# Jura Impressa E40 randomly not dispensing coffee (clear water in drip tray)



## sammyse (Sep 12, 2008)

Hi, I have a Jura Impressa E40, and I have an intermittent problem I can't figure out:

The machine will randomly either dispense the coffee as expected, or, it will leave the coffee grounds dry and instead clear water will find it's way into the drip tray.

Currently, the problem is completely random, with about 4 out of 10 times resulting in coffee, and 6 out of 10 times resulting in clear water in the drip tray, and dry grounds in the waste bin. Same goes for the rinse cycle - sometimes through the coffee nozzle, and sometimes directly into the drip tray.

I service the machine myself - a year ago I installed a refurbished brew unit (with a metal pin drain valve).

I took apart the machine yesterday, and disassembled the brew unit and gave everything a thorough clean, and replaced the o rings, and lubed everything up. I especially cleaned the drain valve and piston, suspecting it was not diverting the water into the coffee puck.

It's all back together again, and everything seems in order, except for the randomness I describe above.

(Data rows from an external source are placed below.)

/// Writes the default cluster sizes (octaves 1, 2, 4, … up to `(samples − 1)/2`) for a record
/// of `samples` into `out_sizes` (room for `capacity`; 64 always suffice) and their number
/// into `out_count`. A `capacity` below their number is refused (`RF_STATUS_INVALID_ARGUMENT`)
/// and nothing is written.
#[unsafe(no_mangle)]
pub unsafe extern "C" fn rf_allan_default_cluster_sizes(
    samples: usize,
    out_sizes: *mut u64,
    capacity: usize,
    out_count: *mut usize,
) -> rf_status {
    boundary(|| {
        let mut sizes = [0usize; 64];
        let n = allan::default_cluster_sizes(samples, &mut sizes);
        // All of the list or nothing: a capacity below it is refused (not silently cut).
        if capacity < n {
            return Err(rotaframe::Error::LengthMismatch { quantity: "capacity", found: capacity, expected: n }.into());
        }
        disjoint(region(out_count.cast_const(), 1), &[region(out_sizes.cast_const(), n)])?;
        let count = unsafe { out(out_count) }?;
        let o = unsafe { slice_mut(out_sizes, n) }?;
        for (o, &m) in o.iter_mut().zip(&sizes[..n]) {
            *o = m as u64;
        }
        *count = n;
        Ok(())
    })
}

/// The overlapping Allan deviation of `count` rate samples at `interval` (s), at each of the
/// `size_count` cluster sizes (at most `RF_MAX_CLUSTER_SIZES`, 64), with bounds at
/// `confidence` (0.683 for one sigma), into `out_points[size_count]`. `scratch` holds
/// `count + 1` values (the integrated record). The sample buffer is read in place; nothing is
/// allocated.
#[unsafe(no_mangle)]
pub unsafe extern "C" fn rf_allan_deviation(
    samples: *const f64,
    count: usize,
    interval: f64,
    cluster_sizes: *const u64,
    size_count: usize,
    confidence: f64,
    scratch: *mut f64,
    out_points: *mut rf_allan_point,
) -> rf_status {
    boundary(|| {
        let x = unsafe { slice(samples, count) }?;
        let m = unsafe { slice(cluster_sizes, size_count) }?;
        let inputs = [region(samples, count), region(cluster_sizes, size_count)];
        disjoint(region(scratch, count + 1), &inputs)?;
        disjoint(region(out_points, size_count), &[inputs[0], inputs[1], region(scratch, count + 1)])?;
        if size_count > RF_MAX_CLUSTER_SIZES {
            return Err(RF_STATUS_INVALID_ARGUMENT);
        }
        let work = unsafe { slice_mut(scratch, count + 1) }?;
        let o = unsafe { slice_mut(out_points, size_count) }?;
        let mut sizes = [0usize; RF_MAX_CLUSTER_SIZES];
        for (s, &v) in sizes.iter_mut().zip(m) {
            *s = usize::try_from(v).map_err(|_| RF_STATUS_INVALID_ARGUMENT)?;
        }
        let mut points = [AllanPoint::default(); RF_MAX_CLUSTER_SIZES];
        allan::allan_deviation(x, interval, &sizes[..size_count], confidence, work, &mut points[..size_count])?;
        for (o, p) in o.iter_mut().zip(&points) {
            *o = rf_allan_point {
                tau: p.tau,
                cluster_size: p.cluster_size as u64,
                deviation: p.deviation,
                lower: p.lower,
                upper: p.upper,
                degrees_of_freedom: p.degrees_of_freedom,
                dominant: (match p.dominant {
                    DominantNoise::Quantization => rf_dominant_noise::RF_NOISE_QUANTIZATION,
                    DominantNoise::WhiteNoise => rf_dominant_noise::RF_NOISE_WHITE,
                    DominantNoise::BiasInstability => rf_dominant_noise::RF_NOISE_BIAS_INSTABILITY,
                    DominantNoise::RateRandomWalk => rf_dominant_noise::RF_NOISE_RATE_RANDOM_WALK,
                }) as u32,
            };
        }
        Ok(())
    })
}

/// The most cluster sizes one `rf_allan_deviation` call takes (the octaves of any record fit).
pub const RF_MAX_CLUSTER_SIZES: usize = 64;

/// Noise terms of a rate sensor (SI units of its output).
#[repr(C)]
#[derive(Debug, Clone, Copy, PartialEq, Default)]
pub struct rf_noise_terms {
    /// White rate noise density N (rad/√s or m/s/√s): the −½ slope at τ = 1 s.
    pub white_noise: f64,
    /// Bias instability B (rad/s or m/s²): the flat part over 0.664.
    pub bias_instability: f64,
    /// Rate random walk K (rad/s/√s or m/s²/√s): the +½ slope at τ = 3 s.
    pub rate_random_walk: f64,
}

/// Fits white noise, bias instability and rate random walk to `count` points of an Allan
/// deviation curve (`taus` in s, `deviations`); `degrees_of_freedom` (NULL, or one per point)
/// weights the points, else they are weighted by 1/τ.
#[unsafe(no_mangle)]
pub unsafe extern "C" fn rf_fit_noise_terms(
    taus: *const f64,
    deviations: *const f64,
    count: usize,
    degrees_of_freedom: *const f64,
    out_terms: *mut rf_noise_terms,
) -> rf_status {
    boundary(|| {
        let t = unsafe { slice(taus, count) }?;
        let d = unsafe { slice(deviations, count) }?;
        let w = if degrees_of_freedom.is_null() { None } else { Some(unsafe { slice(degrees_of_freedom, count) }?) };
        let fit: NoiseTerms = allan::fit_noise_terms(t, d, w)?;
        *unsafe { out(out_terms) }? = rf_noise_terms {
            white_noise: fit.white_noise,
            bias_instability: fit.bias_instability,
            rate_random_walk: fit.rate_random_walk,
        };
        Ok(())
    })
}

It's still there.

I visually inspected all the pipes, and saw no blockages or leaks.

What has be stumped is the randomness - if this was a split pipe, I'd expect the problem to be more persistent, not intermittent.

Not sure where to go from here - can anybody suggest something?

Thanks,

S


----------



## sammyse (Sep 12, 2008)

Well, I think I have solved it. 
I stripped and cleaned the drain valve assembly and found one of the washers to be torn (the one on the right)

https://uploads.tapatalk-cdn.com/20201107/e782e148f18ee756dd7f867e7eee7935.jpg

and the pin bent!!

https://uploads.tapatalk-cdn.com/20201107/e3077dd41ea14cb14d9fa10ee9922213.jpg

Luckily I had spare (old) parts. So far so good.

Sent from my SM-G973F using Tapatalk


----------



## sammyse (Sep 12, 2008)

By the way, does anyone know a good UK supplier for these individual parts shown above?

Sent from my SM-G973F using Tapatalk


----------